- [Excerpted data]
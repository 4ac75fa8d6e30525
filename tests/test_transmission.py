"""Transmission, conductance with it, contacts and a finite drain voltage: closed forms and 30-digit quadrature."""

from __future__ import annotations

from dataclasses import dataclass
from typing import Any

import mpmath
import numpy as np
import pytest
from hypothesis import given
from hypothesis import strategies as st

from tests.synthetic import parabolic_tail
from wiresolve.errors import InputError
from wiresolve.physics import transport
from wiresolve.physics.conductance import (
    current,
    differential_conductance,
    in_series,
    openings,
    openings_of_rows,
    transmitted_conductance,
)
from wiresolve.physics.rounded import ramp, step, window
from wiresolve.physics.spectrum import Spectrum
from wiresolve.physics.transmission import Given, MeanFreePath, Open, Saddle, Transmission, transmission_of
from wiresolve.units import CONDUCTANCE_QUANTUM_SIEMENS, HBAR2_OVER_2M0, KB, RESISTANCE_QUANTUM_OHM


@dataclass(frozen=True)
class Table:
    """What an input file may say."""

    length_nm: float | None = None
    mean_free_path_nm: float | None = None
    transmission: tuple[float, ...] | None = None
    saddle_curvature_eV: float | None = None


def wire(energies_eV: Any, **more: Any) -> Spectrum:
    """Parabolas of one mass, spin degenerate, each a level of its own."""
    count = len(energies_eV)
    states = {
        "energy_eV": energies_eV,
        "error_eV": np.zeros(count),
        "axial_mass": np.full(count, 0.067),
        "degeneracy": np.full(count, 2),
        "level": np.arange(1, count + 1),
        "listed": count,
    }
    return Spectrum(**{**states, **more})


# Transmissions


def test_each_kind_at_its_opening_and_away() -> None:
    energy = np.array([-1.0, 0.0, 1.0])
    assert Open().at(energy, 0.0, 0).tolist() == [0, 0.5, 1]
    assert Given((0.8,)).at(energy, 0.0, 5).tolist() == [0, 0.4, 0.8]
    assert Given((0.8, 0.2)).at(1.0, 0.0, [0, 1, 7]).tolist() == [0.8, 0.2, 0.2]
    assert MeanFreePath(100.0, 50.0).at(energy, 0.0, 0).tolist() == pytest.approx([0, 1 / 6, 1 / 3])
    assert MeanFreePath(0.0, 50.0).at(1.0, 0.0, 0) == MeanFreePath(10.0, np.inf).at(1.0, 0.0, 0) == 1
    # Buettiker's form: 1/(1 + e^-2pi) one hbar omega_x above the top
    assert Saddle(0.002).at(0.012, 0.01, 0) == pytest.approx(1 / (1 + np.exp(-2 * np.pi)), rel=1e-13)
    assert Saddle(0.002).at([[0.0], [1.0]], [0.5, 0.5, 0.5], 0).shape == (2, 3)


def test_two_lengths_of_resistance_add_as_ohm_says() -> None:
    # (1 - T)/T = L/l adds up along the wire (S. Datta 1995, from memory)
    def excess(length: float) -> float:
        t = float(MeanFreePath(length, 30.0).part(0))
        return (1 - t) / t

    assert excess(70.0) + excess(55.0) == pytest.approx(excess(125.0), rel=1e-13)


def test_a_transport_table_becomes_one_transmission() -> None:
    assert transmission_of(None) == transmission_of(Table()) == Open()
    assert transmission_of(Table(length_nm=40, mean_free_path_nm=20)) == MeanFreePath(40, 20)
    assert transmission_of(Table(transmission=(0.5, 0.25))) == Given((0.5, 0.25))
    assert transmission_of(Table(saddle_curvature_eV=1e-3)) == Saddle(1e-3)


@pytest.mark.parametrize(
    ("table", "words"),
    [
        (Table(length_nm=40), "needs a mean_free_path"),
        (Table(mean_free_path_nm=40), "needs a length"),
        (Table(transmission=(0.5,), saddle_curvature_eV=1e-3), "only one"),
        (Table(length_nm=4, mean_free_path_nm=5, transmission=(0.5,)), "only one"),
        (Table(transmission=(1.5,)), "from 0 to 1"),
        (Table(transmission=()), "from 0 to 1"),
        (Table(transmission=(float("nan"),)), "from 0 to 1"),
        (Table(saddle_curvature_eV=0.0), "positive"),
        (Table(length_nm=-1, mean_free_path_nm=5), "zero or positive"),
        (Table(length_nm=1, mean_free_path_nm=0), "positive"),
    ],
)
def test_bad_tables_are_refused(table: Table, words: str) -> None:
    with pytest.raises(InputError, match=words):
        transmission_of(table)


# Steps rounded twice


def rounded(distance: float, first: float, second: float) -> float:
    """Two logistic widths, by quadrature over the narrower one in pieces shorter than its poles are away."""
    with mpmath.workdps(30):
        d, a, b = (mpmath.mpf(x) for x in (distance, *sorted((first, second))))
        ends = [mpmath.mpf(2 * i) for i in range(-40, 41 + int(min(max(-d / a, 0), 60 / (1 - a / b + 1e-9)) / 2))]
        total = mpmath.quad(
            lambda t: 1 / (4 * mpmath.cosh(t / 2) ** 2) / (1 + mpmath.exp(-(d + a * t) / b)), ends, maxdegree=5
        )
        return float(total)


@pytest.mark.parametrize(
    ("distance", "first", "second"),
    [
        (0.3, 1, 2),
        (-5, 1, 2),
        (20, 1, 0.5),
        (-20, 1, 1e-3),
        (-60, 1, 1.0001),
        (-80, 0.8, 1),
        (2.0, 1e-3, 1),
        (-50, 3, 1),
    ],
)
def test_a_step_rounded_twice_against_quadrature(distance: float, first: float, second: float) -> None:
    assert float(step(distance, first, second)) == pytest.approx(rounded(distance, first, second), rel=1e-12)


def test_equal_widths_in_closed_form() -> None:
    # the sum of two logistic variables: (1 - e^-x - x e^-x)/(1 - e^-x)^2, with z = e^x below the opening
    x = np.array([-700.0, -100.0, -30.0, -3.0, 3.0, 30.0])
    z = np.exp(-x[x > 0])
    above = (1 - z - x[x > 0] * z) / (1 - z) ** 2
    z = np.exp(x[x < 0])
    below = z * (z - 1 - x[x < 0]) / (1 - z) ** 2
    assert step(x, 1.0, 1.0) == pytest.approx(np.concatenate([below, above]), rel=1e-12)


def test_far_below_an_opening_the_two_leading_terms_remain() -> None:
    # residues: e^(d/b) (pi a/b)/sin(pi a/b) and the same with a and b exchanged
    for d, a, b in ((-300.0, 1.0, 1.3), (-200.0, 1.0, 0.9), (-150.0, 0.3, 0.37)):
        terms = [np.exp(d / v) * (np.pi * u / v) / np.sin(np.pi * u / v) for u, v in ((a, b), (b, a))]
        assert float(step(d, a, b)) == pytest.approx(sum(terms), rel=1e-11)


@given(st.floats(-30, 30), st.floats(-6, 3), st.floats(-6, 3))
def test_a_step_is_symmetric_in_its_widths_and_about_its_opening(d: float, log_first: float, log_second: float) -> None:
    first, second = 10**log_first, 10**log_second
    value = float(step(d, first, second))
    assert value == pytest.approx(float(step(d, second, first)), rel=1e-13)
    assert value + float(step(-d, first, second)) == pytest.approx(1, rel=1e-13)
    assert 0 <= value <= 1


def test_a_window_is_the_integral_of_the_step_and_a_narrow_one_loses_nothing() -> None:
    points, weights = np.polynomial.legendre.leggauss(60)
    for low, span, a, b in (
        (-1.0, 4.0, 1.0, 0.4),
        (25.0, 5.0, 1.0, 0.4),
        (-14.0, 4.0, 1.0, 0.9),
        (3.0, -5.0, 0.6, 1.5),
    ):
        expected = span / 2 * weights @ step(low + span / 2 * (points + 1), a, b)
        assert float(window(low, span, a, b)) == pytest.approx(expected, rel=1e-12)
        assert float(ramp(low + span, a, b) - ramp(low, a, b)) == pytest.approx(expected, rel=1e-11)
    for low in (-20.0, 0.0, 7.0):
        tiny = float(window(low, 1e-9, 1.0, 2.0)) / 1e-9
        assert tiny == pytest.approx(float(step(low + 5e-10, 1.0, 2.0)), rel=1e-13)


# Linear conductance


@pytest.mark.parametrize("temperature_K", [0.0, 4.2, 300.0])
def test_open_modes_are_those_of_the_plain_conductance(temperature_K: float) -> None:
    k = np.linspace(0.0, 0.7, 33)
    camel = 0.12 - 0.05 * np.cos(9 * k) + 0.8 * k**2  # a band with several extrema
    spectrum = wire(
        [0.05, camel.min()],
        k_per_nm=k,
        band_eV=np.stack([np.full(33, np.nan), camel]),
        tails=(parabolic_tail([0.13, 0.2], [0.0, 40.0], 0.067),),
    )
    assert spectrum.bands[1] is not None
    fermi = np.linspace(0.0, 0.3, 31)
    expected = transport.conductance(spectrum, fermi, temperature_K)
    found = transmitted_conductance(openings(spectrum), Open(), fermi, temperature_K)
    assert found == pytest.approx(expected, rel=1e-12, abs=1e-300)
    half = transmitted_conductance(openings(spectrum), Given((0.5,)), fermi, temperature_K)
    assert half == pytest.approx(expected / 2, rel=1e-12, abs=1e-300)


def test_each_subband_gets_its_own_transmission_and_the_tail_the_last() -> None:
    spectrum = wire([0.05, 0.10], degeneracy=[2, 4], tails=(parabolic_tail([0.2, 0.3], [0.0, 10.0], 0.067),))
    found = transmitted_conductance(openings(spectrum), Given((0.9, 0.5, 0.1)), [0.07, 0.15, 0.3], 0.0)
    assert found == pytest.approx([0.9, 0.9 + 2 * 0.5, 0.9 + 1 + 5 * 0.1], rel=1e-12)


def test_a_saddle_at_absolute_zero_and_a_saddle_of_no_width() -> None:
    modes, fermi = openings_of_rows([0.01, 0.02], [2, 4]), np.linspace(0, 0.03, 7)
    kind = Saddle(0.004)
    expected = kind.at(fermi, 0.01, 0) + 2 * kind.at(fermi, 0.02, 1)
    assert transmitted_conductance(modes, kind, fermi, 0.0) == pytest.approx(expected, rel=1e-13)
    sharp = transmitted_conductance(modes, Open(), fermi, 4.2)
    assert transmitted_conductance(modes, Saddle(1e-30), fermi, 4.2) == pytest.approx(sharp, rel=1e-13)
    # temperature and tunnelling round alike
    hot = transmitted_conductance(modes, Open(), fermi, kind.width_eV / KB)
    assert transmitted_conductance(modes, kind, fermi, 0.0) == pytest.approx(hot, rel=1e-13)
    assert transmitted_conductance(modes, kind, fermi, 1e-15) == pytest.approx(expected, rel=1e-13)


@pytest.mark.parametrize("temperature_K", [0.0, 20.0])
def test_a_saddle_treats_the_tail_as_the_steps_it_stands_for(temperature_K: float) -> None:
    many = openings(wire([0.05, *(0.1 + (np.arange(400) + 0.5) * 5e-5)]))
    tail = openings(wire([0.05], tails=(parabolic_tail([0.1, 0.12], [0.0, 800.0], 0.067, points=201),)))
    # far below 0.12 eV, where the steps end and the tail goes on
    fermi, kind = 0.06, Saddle(0.01)
    expected = transmitted_conductance(many, kind, fermi, temperature_K)
    assert transmitted_conductance(tail, kind, fermi, temperature_K) == pytest.approx(expected, rel=1e-5)
    for drain in (0.001, -0.003):
        steps = current(many, kind, fermi, drain, temperature_K, lowered_part=0.5)
        assert current(tail, kind, fermi, drain, temperature_K, lowered_part=0.5) == pytest.approx(steps, rel=1e-5)


def test_contacts_in_series() -> None:
    # 1/G + R in ohm, by hand
    assert float(in_series(2.0, 1000.0)) == pytest.approx(
        1 / (RESISTANCE_QUANTUM_OHM / 2 + 1000) / CONDUCTANCE_QUANTUM_SIEMENS, rel=1e-13
    )
    assert in_series([0.0, 3.0], 0.0).tolist() == [0, 3]
    assert float(in_series(1e9, 500.0)) == pytest.approx(RESISTANCE_QUANTUM_OHM / 500, rel=1e-4)
    for bad in (-1.0, float("nan")):
        with pytest.raises(InputError, match="contact_resistance"):
            in_series(1.0, bad)


# Finite drain voltage

KINDS: list[Transmission] = [Open(), Given((0.7, 0.3)), MeanFreePath(80.0, 120.0), Saddle(0.006)]


@pytest.mark.parametrize("kind", KINDS, ids=lambda kind: type(kind).__name__)
@pytest.mark.parametrize("part", [0.0, 0.5, 1.0])
def test_current_by_quadrature_of_the_two_fermi_functions(kind: Transmission, part: float) -> None:
    modes, fermi, drain, temperature = openings_of_rows([0.01, 0.03], [2, 4]), 0.02, 0.013, 30.0
    kT = KB * temperature
    nodes, weights = np.polynomial.legendre.leggauss(30)
    lowered = np.array([0.01, 0.03]) - part * drain
    edges = np.unique(np.concatenate([np.arange(-0.15, 0.25, 0.0025), lowered]))
    middle, half = (edges[1:] + edges[:-1]) / 2, np.diff(edges) / 2
    energy = (middle[:, None] + half[:, None] * nodes).ravel()
    weight = (half[:, None] * weights).ravel()
    difference = 1 / (1 + np.exp((energy - fermi) / kT)) - 1 / (1 + np.exp((energy - fermi + drain) / kT))
    through = sum(g / 2 * kind.at(energy, e, n) for n, (g, e) in enumerate(zip((2, 4), lowered, strict=True)))
    expected = CONDUCTANCE_QUANTUM_SIEMENS * weight @ (through * difference)
    found = current(modes, kind, fermi, drain, temperature, lowered_part=part)
    assert float(found) == pytest.approx(expected, rel=1e-11)


def test_absolute_zero_counts_the_window_above_each_opening() -> None:
    modes = openings_of_rows([0.01, 0.03], [2, 4])
    found = current(modes, Open(), 0.02, [0.005, 0.05, -0.015], 0.0, lowered_part=0.0)
    expected = CONDUCTANCE_QUANTUM_SIEMENS * np.array([0.005, 0.01, -(0.015 + 2 * 0.005)])
    assert found == pytest.approx(expected, rel=1e-13)


@pytest.mark.parametrize("kind", KINDS, ids=lambda kind: type(kind).__name__)
@pytest.mark.parametrize("temperature_K", [0.0, 30.0])
def test_a_tiny_drain_voltage_is_linear(kind: Transmission, temperature_K: float) -> None:
    modes = openings_of_rows([0.01, 0.03], [2, 4])
    linear = transmitted_conductance(modes, kind, 0.021, temperature_K)
    for drain in (1e-10, -1e-10):
        small = current(modes, kind, 0.021, drain, temperature_K, lowered_part=0.5) / drain
        assert float(small) == pytest.approx(CONDUCTANCE_QUANTUM_SIEMENS * float(linear), rel=1e-12)
    zero = differential_conductance(modes, kind, 0.021, 0.0, temperature_K, lowered_part=0.3)
    assert float(zero) == pytest.approx(float(linear), rel=1e-13)


def test_differential_conductance_is_the_slope_of_the_current() -> None:
    modes, kind, h = openings_of_rows([0.01, 0.03], [2, 4]), Saddle(0.006), 1e-4
    drain = np.linspace(-0.05, 0.05, 9)
    at = [current(modes, kind, 0.02, drain + m * h, 30.0, lowered_part=0.4) for m in (-2, -1, 1, 2)]
    slope = (at[0] - 8 * at[1] + 8 * at[2] - at[3]) / (12 * h) / CONDUCTANCE_QUANTUM_SIEMENS
    found = differential_conductance(modes, kind, 0.02, drain, 30.0, lowered_part=0.4)
    assert found == pytest.approx(slope, rel=1e-8)


def test_half_plateaus_between_the_two_fermi_levels() -> None:
    # steps at 10 and 30 meV; the symmetric window of 8 mV has one end on each side of an opening
    modes = openings_of_rows([0.010, 0.030], [2, 2])
    found = differential_conductance(modes, Open(), [0.0, 0.010, 0.020, 0.030, 0.040], 0.008, 0.0, lowered_part=0.5)
    assert found.tolist() == [0, 0.5, 1, 1.5, 2]
    # where the levels stay with the source, the drain's Fermi level alone decides
    found = differential_conductance(modes, Open(), [0.010 + 1e-6, 0.020], 0.008, 0.0, lowered_part=0.0)
    assert found.tolist() == [0, 1]


@pytest.mark.parametrize("temperature_K", [0.0, 4.2, 300.0])
def test_contacts_take_their_part_of_the_drain_voltage(temperature_K: float) -> None:
    modes, resistance = openings_of_rows([0.01, 0.03], [2, 4]), 4000.0
    drain = np.array([-0.2, -0.01, 0.0, 1e-6, 0.03, 0.4])
    through = current(modes, Open(), 0.02, drain, temperature_K, lowered_part=0.5, contact_resistance_ohm=resistance)
    inner = drain - resistance * through
    again = current(modes, Open(), 0.02, inner, temperature_K, lowered_part=0.5)
    assert again == pytest.approx(through, rel=1e-12, abs=1e-22)
    linear = in_series(transmitted_conductance(modes, Open(), 0.02, temperature_K), resistance)
    assert through[3] / 1e-6 == pytest.approx(CONDUCTANCE_QUANTUM_SIEMENS * float(linear), rel=1e-4)


def test_bad_numbers_are_refused() -> None:
    modes = openings_of_rows([0.01], [2])
    with pytest.raises(InputError, match="temperature"):
        transmitted_conductance(modes, Open(), 0.0, -1.0)
    with pytest.raises(InputError, match="lowered_part"):
        current(modes, Open(), 0.0, 0.1, 4.2, lowered_part=1.5)
    with pytest.raises(InputError, match="contact_resistance"):
        current(modes, Open(), 0.0, 0.1, 4.2, lowered_part=0.5, contact_resistance_ohm=-3.0)


def test_a_band_with_two_minima_conducts_in_pairs_above_its_lower_ones() -> None:
    # E = E0 - b k^2 + c k^4: two modes a direction between the minima at +-k0 and the hump at k = 0, one above
    k = np.linspace(0.0, 0.8, 161)
    band = 0.1 - 0.5 * k**2 + 2.0 * k**4
    spectrum = wire([0.1 - 0.5**2 / 8], axial_mass=[HBAR2_OVER_2M0], k_per_nm=k, band_eV=band[None])
    found = transmitted_conductance(openings(spectrum), Given((0.8,)), [0.05, 0.08, 0.12], 0.0)
    assert found == pytest.approx([0, 1.6, 0.8], rel=1e-12)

- [What is being asked] Please copy the lines in the records above between the one holding "def test_contacts_in_series() ->" and the one holding "weight = (half[:, None]", inclusive, exactly and with no other line.

- [Exercise answer]
def test_contacts_in_series() -> None:
    # 1/G + R in ohm, by hand
    assert float(in_series(2.0, 1000.0)) == pytest.approx(
        1 / (RESISTANCE_QUANTUM_OHM / 2 + 1000) / CONDUCTANCE_QUANTUM_SIEMENS, rel=1e-13
    )
    assert in_series([0.0, 3.0], 0.0).tolist() == [0, 3]
    assert float(in_series(1e9, 500.0)) == pytest.approx(RESISTANCE_QUANTUM_OHM / 500, rel=1e-4)
    for bad in (-1.0, float("nan")):
        with pytest.raises(InputError, match="contact_resistance"):
            in_series(1.0, bad)


# Finite drain voltage

KINDS: list[Transmission] = [Open(), Given((0.7, 0.3)), MeanFreePath(80.0, 120.0), Saddle(0.006)]


@pytest.mark.parametrize("kind", KINDS, ids=lambda kind: type(kind).__name__)
@pytest.mark.parametrize("part", [0.0, 0.5, 1.0])
def test_current_by_quadrature_of_the_two_fermi_functions(kind: Transmission, part: float) -> None:
    modes, fermi, drain, temperature = openings_of_rows([0.01, 0.03], [2, 4]), 0.02, 0.013, 30.0
    kT = KB * temperature
    nodes, weights = np.polynomial.legendre.leggauss(30)
    lowered = np.array([0.01, 0.03]) - part * drain
    edges = np.unique(np.concatenate([np.arange(-0.15, 0.25, 0.0025), lowered]))
    middle, half = (edges[1:] + edges[:-1]) / 2, np.diff(edges) / 2
    energy = (middle[:, None] + half[:, None] * nodes).ravel()
    weight = (half[:, None] * weights).ravel()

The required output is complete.